* _TASK DIRECTIONS_
Return the run of lines below that opens with the line containing "long pairs = 1_000_000;" and closes with the line containing "LevelEstimate estimate = LevelEstimate.of(setup, pairs, bound);", keeping each one exact.

[Data entries]
··········
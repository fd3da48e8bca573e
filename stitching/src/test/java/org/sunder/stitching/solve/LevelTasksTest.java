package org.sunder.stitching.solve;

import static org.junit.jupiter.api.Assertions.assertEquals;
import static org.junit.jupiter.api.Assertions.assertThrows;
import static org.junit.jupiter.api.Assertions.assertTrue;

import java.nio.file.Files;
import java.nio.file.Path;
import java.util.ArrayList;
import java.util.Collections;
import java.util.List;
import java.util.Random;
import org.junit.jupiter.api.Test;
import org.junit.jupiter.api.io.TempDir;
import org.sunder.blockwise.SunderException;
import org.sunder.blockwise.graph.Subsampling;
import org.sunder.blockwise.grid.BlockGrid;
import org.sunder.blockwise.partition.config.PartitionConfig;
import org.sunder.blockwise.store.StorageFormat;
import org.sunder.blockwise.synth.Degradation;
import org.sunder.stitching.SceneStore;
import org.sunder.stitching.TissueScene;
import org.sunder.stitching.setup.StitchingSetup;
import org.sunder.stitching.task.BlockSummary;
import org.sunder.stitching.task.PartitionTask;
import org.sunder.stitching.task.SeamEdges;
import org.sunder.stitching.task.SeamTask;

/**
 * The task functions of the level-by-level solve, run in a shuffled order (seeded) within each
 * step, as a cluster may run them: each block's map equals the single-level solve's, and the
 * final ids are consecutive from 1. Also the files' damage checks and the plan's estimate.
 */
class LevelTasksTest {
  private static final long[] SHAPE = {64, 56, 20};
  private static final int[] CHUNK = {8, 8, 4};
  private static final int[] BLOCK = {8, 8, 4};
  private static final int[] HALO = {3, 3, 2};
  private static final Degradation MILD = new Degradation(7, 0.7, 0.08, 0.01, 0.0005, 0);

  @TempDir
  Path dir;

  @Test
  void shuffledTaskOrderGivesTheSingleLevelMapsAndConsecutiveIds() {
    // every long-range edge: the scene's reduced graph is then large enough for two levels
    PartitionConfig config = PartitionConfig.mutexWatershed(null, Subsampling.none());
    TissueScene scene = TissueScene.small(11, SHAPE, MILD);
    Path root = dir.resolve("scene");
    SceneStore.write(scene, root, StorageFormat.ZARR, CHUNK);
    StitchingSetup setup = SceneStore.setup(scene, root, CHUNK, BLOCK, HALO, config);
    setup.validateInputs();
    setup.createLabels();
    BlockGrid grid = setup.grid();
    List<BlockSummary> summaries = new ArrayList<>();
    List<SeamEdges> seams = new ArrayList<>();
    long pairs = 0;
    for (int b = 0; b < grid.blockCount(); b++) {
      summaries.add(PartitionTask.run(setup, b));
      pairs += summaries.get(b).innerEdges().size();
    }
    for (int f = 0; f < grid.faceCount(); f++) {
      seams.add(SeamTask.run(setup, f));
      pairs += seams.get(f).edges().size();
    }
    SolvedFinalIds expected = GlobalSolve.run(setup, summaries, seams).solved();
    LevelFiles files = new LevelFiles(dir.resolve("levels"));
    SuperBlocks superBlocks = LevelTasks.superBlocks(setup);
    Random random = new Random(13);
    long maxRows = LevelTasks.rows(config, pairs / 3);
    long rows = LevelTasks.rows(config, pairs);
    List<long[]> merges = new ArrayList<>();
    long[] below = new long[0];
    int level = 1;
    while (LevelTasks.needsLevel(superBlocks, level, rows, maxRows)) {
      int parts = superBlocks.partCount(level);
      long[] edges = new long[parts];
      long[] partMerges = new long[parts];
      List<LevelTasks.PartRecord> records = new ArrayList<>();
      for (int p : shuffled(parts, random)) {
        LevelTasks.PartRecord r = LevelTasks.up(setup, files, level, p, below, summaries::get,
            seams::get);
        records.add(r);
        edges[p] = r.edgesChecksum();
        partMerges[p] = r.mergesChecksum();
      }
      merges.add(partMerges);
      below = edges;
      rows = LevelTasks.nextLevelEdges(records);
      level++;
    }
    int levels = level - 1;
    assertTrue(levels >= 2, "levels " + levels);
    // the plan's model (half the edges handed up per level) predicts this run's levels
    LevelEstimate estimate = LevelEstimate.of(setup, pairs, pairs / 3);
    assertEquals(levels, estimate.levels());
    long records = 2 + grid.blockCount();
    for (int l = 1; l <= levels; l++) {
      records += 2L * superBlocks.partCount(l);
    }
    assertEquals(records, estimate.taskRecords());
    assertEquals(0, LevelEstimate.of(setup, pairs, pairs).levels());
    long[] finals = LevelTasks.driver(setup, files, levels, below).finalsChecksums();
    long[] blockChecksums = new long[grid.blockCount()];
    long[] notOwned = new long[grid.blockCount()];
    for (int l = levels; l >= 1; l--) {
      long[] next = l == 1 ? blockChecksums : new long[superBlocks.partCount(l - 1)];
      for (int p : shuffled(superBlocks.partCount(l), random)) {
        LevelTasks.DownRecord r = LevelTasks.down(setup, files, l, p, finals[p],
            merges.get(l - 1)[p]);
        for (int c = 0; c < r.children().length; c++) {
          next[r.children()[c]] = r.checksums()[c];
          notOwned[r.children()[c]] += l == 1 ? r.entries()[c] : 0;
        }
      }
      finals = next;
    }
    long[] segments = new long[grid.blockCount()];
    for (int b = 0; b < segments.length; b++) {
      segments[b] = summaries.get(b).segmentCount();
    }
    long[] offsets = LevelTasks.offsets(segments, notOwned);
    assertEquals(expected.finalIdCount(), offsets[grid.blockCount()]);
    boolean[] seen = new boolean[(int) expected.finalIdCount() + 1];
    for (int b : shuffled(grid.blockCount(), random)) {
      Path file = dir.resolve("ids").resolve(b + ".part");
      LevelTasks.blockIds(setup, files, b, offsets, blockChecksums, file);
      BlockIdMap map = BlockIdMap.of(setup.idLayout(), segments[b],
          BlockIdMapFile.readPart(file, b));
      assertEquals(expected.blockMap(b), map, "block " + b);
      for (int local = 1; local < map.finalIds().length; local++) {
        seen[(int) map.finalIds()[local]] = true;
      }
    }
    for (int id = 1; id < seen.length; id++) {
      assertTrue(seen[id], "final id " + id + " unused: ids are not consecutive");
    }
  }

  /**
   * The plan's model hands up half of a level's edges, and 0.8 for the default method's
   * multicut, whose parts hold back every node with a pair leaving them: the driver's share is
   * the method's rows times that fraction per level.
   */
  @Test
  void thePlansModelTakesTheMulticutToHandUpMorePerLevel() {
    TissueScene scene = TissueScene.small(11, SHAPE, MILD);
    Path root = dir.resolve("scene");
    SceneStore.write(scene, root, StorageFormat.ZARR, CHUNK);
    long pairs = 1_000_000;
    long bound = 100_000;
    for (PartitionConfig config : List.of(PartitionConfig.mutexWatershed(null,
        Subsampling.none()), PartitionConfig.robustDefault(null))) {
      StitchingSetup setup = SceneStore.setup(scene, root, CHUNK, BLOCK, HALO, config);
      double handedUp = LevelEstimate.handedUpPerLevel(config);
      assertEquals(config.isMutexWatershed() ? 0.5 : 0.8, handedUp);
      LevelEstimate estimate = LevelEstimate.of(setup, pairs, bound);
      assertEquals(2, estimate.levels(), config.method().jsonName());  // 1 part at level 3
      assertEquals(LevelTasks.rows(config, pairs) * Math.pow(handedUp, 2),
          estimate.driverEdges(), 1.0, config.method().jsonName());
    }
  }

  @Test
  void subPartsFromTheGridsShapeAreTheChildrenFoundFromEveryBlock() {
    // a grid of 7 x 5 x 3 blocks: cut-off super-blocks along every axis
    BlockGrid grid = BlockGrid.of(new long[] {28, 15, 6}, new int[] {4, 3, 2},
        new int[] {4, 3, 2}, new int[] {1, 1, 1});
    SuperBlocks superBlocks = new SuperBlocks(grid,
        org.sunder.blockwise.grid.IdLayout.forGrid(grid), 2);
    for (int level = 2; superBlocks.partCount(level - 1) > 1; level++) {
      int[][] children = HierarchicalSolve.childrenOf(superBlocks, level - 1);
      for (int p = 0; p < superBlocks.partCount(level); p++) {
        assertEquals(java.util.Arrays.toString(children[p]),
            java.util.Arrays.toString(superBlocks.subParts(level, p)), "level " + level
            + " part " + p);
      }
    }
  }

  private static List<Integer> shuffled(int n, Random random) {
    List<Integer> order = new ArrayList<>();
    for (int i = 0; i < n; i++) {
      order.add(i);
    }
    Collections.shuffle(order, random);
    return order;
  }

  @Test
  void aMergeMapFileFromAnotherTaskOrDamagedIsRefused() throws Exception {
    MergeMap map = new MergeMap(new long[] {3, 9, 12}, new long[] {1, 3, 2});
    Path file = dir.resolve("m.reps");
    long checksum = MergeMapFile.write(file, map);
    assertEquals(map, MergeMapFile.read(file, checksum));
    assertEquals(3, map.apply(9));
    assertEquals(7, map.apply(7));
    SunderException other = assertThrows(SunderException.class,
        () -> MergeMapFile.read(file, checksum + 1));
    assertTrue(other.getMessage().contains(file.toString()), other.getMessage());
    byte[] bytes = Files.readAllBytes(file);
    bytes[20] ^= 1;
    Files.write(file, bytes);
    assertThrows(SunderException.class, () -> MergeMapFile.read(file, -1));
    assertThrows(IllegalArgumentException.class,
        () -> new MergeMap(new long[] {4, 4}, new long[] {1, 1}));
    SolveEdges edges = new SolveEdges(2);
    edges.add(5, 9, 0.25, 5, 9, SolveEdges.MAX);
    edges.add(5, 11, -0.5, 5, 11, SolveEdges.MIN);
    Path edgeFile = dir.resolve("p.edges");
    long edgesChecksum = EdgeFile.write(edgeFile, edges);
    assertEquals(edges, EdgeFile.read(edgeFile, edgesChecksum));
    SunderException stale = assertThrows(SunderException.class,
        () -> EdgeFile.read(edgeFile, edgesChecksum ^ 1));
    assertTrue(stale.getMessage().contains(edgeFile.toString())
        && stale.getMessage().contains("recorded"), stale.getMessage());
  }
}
··········
* _SOLUTION FOR THIS TASK_
    long pairs = 1_000_000;
    long bound = 100_000;
    for (PartitionConfig config : List.of(PartitionConfig.mutexWatershed(null,
        Subsampling.none()), PartitionConfig.robustDefault(null))) {
      StitchingSetup setup = SceneStore.setup(scene, root, CHUNK, BLOCK, HALO, config);
      double handedUp = LevelEstimate.handedUpPerLevel(config);
      assertEquals(config.isMutexWatershed() ? 0.5 : 0.8, handedUp);
      LevelEstimate estimate = LevelEstimate.of(setup, pairs, bound);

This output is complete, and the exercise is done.